• SOURCE MATERIAL:
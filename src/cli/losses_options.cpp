#include "cli/losses_options.hpp"

#include <string_view>

#include "cli/same_file.hpp"
#include "rainledger/base/quantity.hpp"

namespace rainledger {
namespace {

std::string scenario_problem(const std::vector<std::string>& words, bool has_every) {
    if (words.empty()) return "no scenario given; write 'rainledger losses SCENARIO'";
    if (words.front().empty()) return "the name of the scenario is empty";
    if (words.size() == 1) return {};
    std::string out = "one scenario at a time; '" + words[1] + "' is one word too many";
    if (has_every && find_unit(words[1], Dimension::time))
        out += " (write a duration as one word: --every '15 min')";
    return out;
}

std::string read_every(const std::string& text, LossesOptions& options) {
    const ParsedQuantity parsed = parse_quantity(text, Dimension::time);
    if (!parsed.value) return "--every: " + parsed.problem + "; " + parsed.hint;
    if (!(*parsed.value > 0.0)) return "--every: '" + text + "' is no step; it must be above zero";
    options.every_h = parsed.value;
    return {};
}

std::string read_units(std::string_view text, LossesOptions& options) {
    if (text != "mm" && text != "in")
        return "--units: '" + std::string(text) + "' is not known; write mm or in";
    options.units = text == "in" ? DisplayUnits::inches : DisplayUnits::metric;
    return {};
}

std::string file_problem(const LossesOptions& options) {
    if (options.ledger == "-")
        return "--ledger: the ledger goes to a file, not to '-'; "
               "for standard output write --ledger /dev/stdout";
    const std::vector<std::string> paths = options.output_paths();
    if (paths.size() == 2 && is_same_file(paths[0], paths[1]))
        return "--ledger and --json name the same file '" + paths[1] + "'";
    for (const std::string& path : paths)
        if (is_same_file(path, options.scenario))
            return "'" + path + "' is the scenario itself; name another file to write";
    return {};
}

std::string read_values(const Arguments& arguments, LossesOptions& options) {
    if (const std::string* text = arguments.find("units"))
        if (std::string problem = read_units(*text, options); !problem.empty()) return problem;
    if (const std::string* text = arguments.find("every")) return read_every(*text, options);
    return {};
}

}  // namespace

std::vector<std::string> LossesOptions::output_paths() const {
    std::vector<std::string> paths;
    if (ledger) paths.push_back(*ledger);
    if (json && !json_on_stdout()) paths.push_back(*json);
    return paths;
}

std::optional<LossesOptions> read_losses_options(std::span<const std::string> given,
                                                 std::string& problem) {
    const Arguments arguments = sort_arguments(given, kLossesOptions);
    problem = arguments.problem;
    if (problem.empty()) problem = scenario_problem(arguments.words, arguments.has("every"));
    if (!problem.empty()) return std::nullopt;

    LossesOptions options;
    options.scenario = arguments.words.front();
    options.quiet = arguments.has("quiet");
    if (const std::string* path = arguments.find("ledger")) options.ledger = *path;
    if (const std::string* path = arguments.find("json")) options.json = *path;
    problem = read_values(arguments, options);
    if (problem.empty()) problem = file_problem(options);
    if (!problem.empty()) return std::nullopt;
    return options;
}

}  // namespace rainledger
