#include <algorithm>
#include <string>
#include <tuple>
#include <utility>
#include <variant>
#include <vector>

#include "cli/storm_sources.hpp"

// The storms of a scenario.
namespace rainledger {
namespace {

/// Keeps the one storm that --storm names. What is wrong, or nothing.
std::string choose_storm(const StormOptions& options, Scenario& scenario) {
    if (!options.storm) return {};
    const auto found = std::ranges::find(scenario.storms, *options.storm, &Storm::name);
    if (found == scenario.storms.end())
        return name_problem("storm", *options.storm, names_of(scenario.storms));
    Storm chosen = std::move(*found);
    scenario.storms.clear();
    scenario.storms.push_back(std::move(chosen));
    return {};
}

/// Whether two storms come out of one list of events.
bool has_same_events(const RecordSource& one, const RecordSource& other) {
    const auto rule_of = [](const RecordSource& source) {
        return std::tuple(source.path, source.layout.tip_mm, source.layout.running_count,
                          source.rule.dry_spell_h, source.rule.threshold_mm, source.steps.every_h,
                          source.steps.spread_tips, source.statistics_path);
    };
    return rule_of(one) == rule_of(other);
}

/// The one record that the storms are taken out of; null with `problem` where there is none, or
/// more than one list of events.
const RecordSource* record_of(const StormOptions& options, const Scenario& scenario,
                              std::string& problem) {
    std::vector<const RecordSource*> sources;
    std::vector<std::string> names;
    for (const Storm& storm : scenario.storms)
        if (const auto* origin = std::get_if<EventOrigin>(&storm.origin)) {
            sources.push_back(&origin->source);
            names.push_back(storm.name);
        }
    if (sources.empty())
        problem = "--events lists the events of a record, and no storm of '" + options.input +
                  "' is taken out of one ('record:')";
    else if (!std::ranges::all_of(sources, [&](const RecordSource* source) {
                 return has_same_events(*source, *sources.front());
             }))
        problem =
            "--events lists one record, taken apart in one way; choose a storm out of it "
            "with --storm NAME: " +
            first_names(names);
    return problem.empty() ? sources.front() : nullptr;
}

/// The events of the record that the scenario's storms are taken out of.
Gathered events_of(const StormOptions& options, const Scenario& scenario, std::string read_as,
                   Diagnostics& diagnostics) {
    std::string problem;
    const RecordSource* source = record_of(options, scenario, problem);
    if (source == nullptr) return {std::nullopt, std::move(problem)};
    if (options.sort == EventOrder::rarity && !source->statistics_path)
        return {std::nullopt,
                "--sort rarity needs a table of statistics: name one under 'record:'"};
    auto text = read_file(source->path, diagnostics);
    if (!text) return {};
    // Its warnings have been told by the reader of the scenario.
    Diagnostics told;
    auto record = read_gauge_record(source->path, *std::move(text), source->layout, told);
    if (!record) return {};
    OpenedRecord read{*std::move(record), *source, std::nullopt};
    if (!read_statistics(read, "statistics", told, problem))
        return {std::nullopt, std::move(problem)};
    return list_events("Events of " + source->path, std::move(read), std::move(read_as));
}

}  // namespace

Gathered storms_of_scenario(const StormOptions& options, StormInput input,
                            Diagnostics& diagnostics) {
    auto scenario =
        read_scenario_text(options.input, std::move(input.text), diagnostics, Surfaces::not_needed);
    if (!scenario) return {};
    std::string problem = rain_files_problem(options.outputs(), scenario->storms);
    if (problem.empty()) problem = choose_storm(options, *scenario);
    const bool events = options.events || options.sort;
    if (problem.empty() && events && options.every_h)
        problem = "--every gives storms other steps, and --events lists events";
    if (!problem.empty()) return {std::nullopt, std::move(problem)};
    std::string read_as = "a scenario, " + input.why;
    if (events) return events_of(options, *scenario, std::move(read_as), diagnostics);
    for (Storm& storm : scenario->storms)
        if (problem.empty()) problem = take_steps(options, storm);
    if (!problem.empty()) return {std::nullopt, std::move(problem)};
    return {StormFindings{std::move(read_as), *std::move(scenario)}, {}};
}

}  // namespace rainledger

• PROBLEM DESCRIPTION:
Copy out all of the records above with nothing altered.

• SOLUTION:
filename src/cli/losses_options.cpp
#include "cli/losses_options.hpp"

#include <string_view>

#include "cli/same_file.hpp"
#include "rainledger/base/quantity.hpp"

namespace rainledger {
namespace {

std::string scenario_problem(const std::vector<std::string>& words, bool has_every) {
    if (words.empty()) return "no scenario given; write 'rainledger losses SCENARIO'";
    if (words.front().empty()) return "the name of the scenario is empty";
    if (words.size() == 1) return {};
    std::string out = "one scenario at a time; '" + words[1] + "' is one word too many";
    if (has_every && find_unit(words[1], Dimension::time))
        out += " (write a duration as one word: --every '15 min')";
    return out;
}

std::string read_every(const std::string& text, LossesOptions& options) {
    const ParsedQuantity parsed = parse_quantity(text, Dimension::time);
    if (!parsed.value) return "--every: " + parsed.problem + "; " + parsed.hint;
    if (!(*parsed.value > 0.0)) return "--every: '" + text + "' is no step; it must be above zero";
    options.every_h = parsed.value;
    return {};
}

std::string read_units(std::string_view text, LossesOptions& options) {
    if (text != "mm" && text != "in")
        return "--units: '" + std::string(text) + "' is not known; write mm or in";
    options.units = text == "in" ? DisplayUnits::inches : DisplayUnits::metric;
    return {};
}

std::string file_problem(const LossesOptions& options) {
    if (options.ledger == "-")
        return "--ledger: the ledger goes to a file, not to '-'; "
               "for standard output write --ledger /dev/stdout";
    const std::vector<std::string> paths = options.output_paths();
    if (paths.size() == 2 && is_same_file(paths[0], paths[1]))
        return "--ledger and --json name the same file '" + paths[1] + "'";
    for (const std::string& path : paths)
        if (is_same_file(path, options.scenario))
            return "'" + path + "' is the scenario itself; name another file to write";
    return {};
}

std::string read_values(const Arguments& arguments, LossesOptions& options) {
    if (const std::string* text = arguments.find("units"))
        if (std::string problem = read_units(*text, options); !problem.empty()) return problem;
    if (const std::string* text = arguments.find("every")) return read_every(*text, options);
    return {};
}

}  // namespace

std::vector<std::string> LossesOptions::output_paths() const {
    std::vector<std::string> paths;
    if (ledger) paths.push_back(*ledger);
    if (json && !json_on_stdout()) paths.push_back(*json);
    return paths;
}

std::optional<LossesOptions> read_losses_options(std::span<const std::string> given,
                                                 std::string& problem) {
    const Arguments arguments = sort_arguments(given, kLossesOptions);
    problem = arguments.problem;
    if (problem.empty()) problem = scenario_problem(arguments.words, arguments.has("every"));
    if (!problem.empty()) return std::nullopt;

    LossesOptions options;
    options.scenario = arguments.words.front();
    options.quiet = arguments.has("quiet");
    if (const std::string* path = arguments.find("ledger")) options.ledger = *path;
    if (const std::string* path = arguments.find("json")) options.json = *path;
    problem = read_values(arguments, options);
    if (problem.empty()) problem = file_problem(options);
    if (!problem.empty()) return std::nullopt;
    return options;
}

}  // namespace rainledger
#include <algorithm>
#include <string>
#include <tuple>
#include <utility>
#include <variant>
#include <vector>

#include "cli/storm_sources.hpp"

// The storms of a scenario.
namespace rainledger {
namespace {

/// Keeps the one storm that --storm names. What is wrong, or nothing.
std::string choose_storm(const StormOptions& options, Scenario& scenario) {
    if (!options.storm) return {};
    const auto found = std::ranges::find(scenario.storms, *options.storm, &Storm::name);
    if (found == scenario.storms.end())
        return name_problem("storm", *options.storm, names_of(scenario.storms));
    Storm chosen = std::move(*found);
    scenario.storms.clear();
    scenario.storms.push_back(std::move(chosen));
    return {};
}

/// Whether two storms come out of one list of events.
bool has_same_events(const RecordSource& one, const RecordSource& other) {
    const auto rule_of = [](const RecordSource& source) {
        return std::tuple(source.path, source.layout.tip_mm, source.layout.running_count,
                          source.rule.dry_spell_h, source.rule.threshold_mm, source.steps.every_h,
                          source.steps.spread_tips, source.statistics_path);
    };
    return rule_of(one) == rule_of(other);
}

/// The one record that the storms are taken out of; null with `problem` where there is none, or
/// more than one list of events.
const RecordSource* record_of(const StormOptions& options, const Scenario& scenario,
                              std::string& problem) {
    std::vector<const RecordSource*> sources;
    std::vector<std::string> names;
    for (const Storm& storm : scenario.storms)
        if (const auto* origin = std::get_if<EventOrigin>(&storm.origin)) {
            sources.push_back(&origin->source);
            names.push_back(storm.name);
        }
    if (sources.empty())
        problem = "--events lists the events of a record, and no storm of '" + options.input +
                  "' is taken out of one ('record:')";
    else if (!std::ranges::all_of(sources, [&](const RecordSource* source) {
                 return has_same_events(*source, *sources.front());
             }))
        problem =
            "--events lists one record, taken apart in one way; choose a storm out of it "
            "with --storm NAME: " +
            first_names(names);
    return problem.empty() ? sources.front() : nullptr;
}

/// The events of the record that the scenario's storms are taken out of.
Gathered events_of(const StormOptions& options, const Scenario& scenario, std::string read_as,
                   Diagnostics& diagnostics) {
    std::string problem;
    const RecordSource* source = record_of(options, scenario, problem);
    if (source == nullptr) return {std::nullopt, std::move(problem)};
    if (options.sort == EventOrder::rarity && !source->statistics_path)
        return {std::nullopt,
                "--sort rarity needs a table of statistics: name one under 'record:'"};
    auto text = read_file(source->path, diagnostics);
    if (!text) return {};
    // Its warnings have been told by the reader of the scenario.
    Diagnostics told;
    auto record = read_gauge_record(source->path, *std::move(text), source->layout, told);
    if (!record) return {};
    OpenedRecord read{*std::move(record), *source, std::nullopt};
    if (!read_statistics(read, "statistics", told, problem))
        return {std::nullopt, std::move(problem)};
    return list_events("Events of " + source->path, std::move(read), std::move(read_as));
}

}  // namespace

Gathered storms_of_scenario(const StormOptions& options, StormInput input,
                            Diagnostics& diagnostics) {
    auto scenario =
        read_scenario_text(options.input, std::move(input.text), diagnostics, Surfaces::not_needed);
    if (!scenario) return {};
    std::string problem = rain_files_problem(options.outputs(), scenario->storms);
    if (problem.empty()) problem = choose_storm(options, *scenario);
    const bool events = options.events || options.sort;
    if (problem.empty() && events && options.every_h)
        problem = "--every gives storms other steps, and --events lists events";
    if (!problem.empty()) return {std::nullopt, std::move(problem)};
    std::string read_as = "a scenario, " + input.why;
    if (events) return events_of(options, *scenario, std::move(read_as), diagnostics);
    for (Storm& storm : scenario->storms)
        if (problem.empty()) problem = take_steps(options, storm);
    if (!problem.empty()) return {std::nullopt, std::move(problem)};
    return {StormFindings{std::move(read_as), *std::move(scenario)}, {}};
}

}  // namespace rainledger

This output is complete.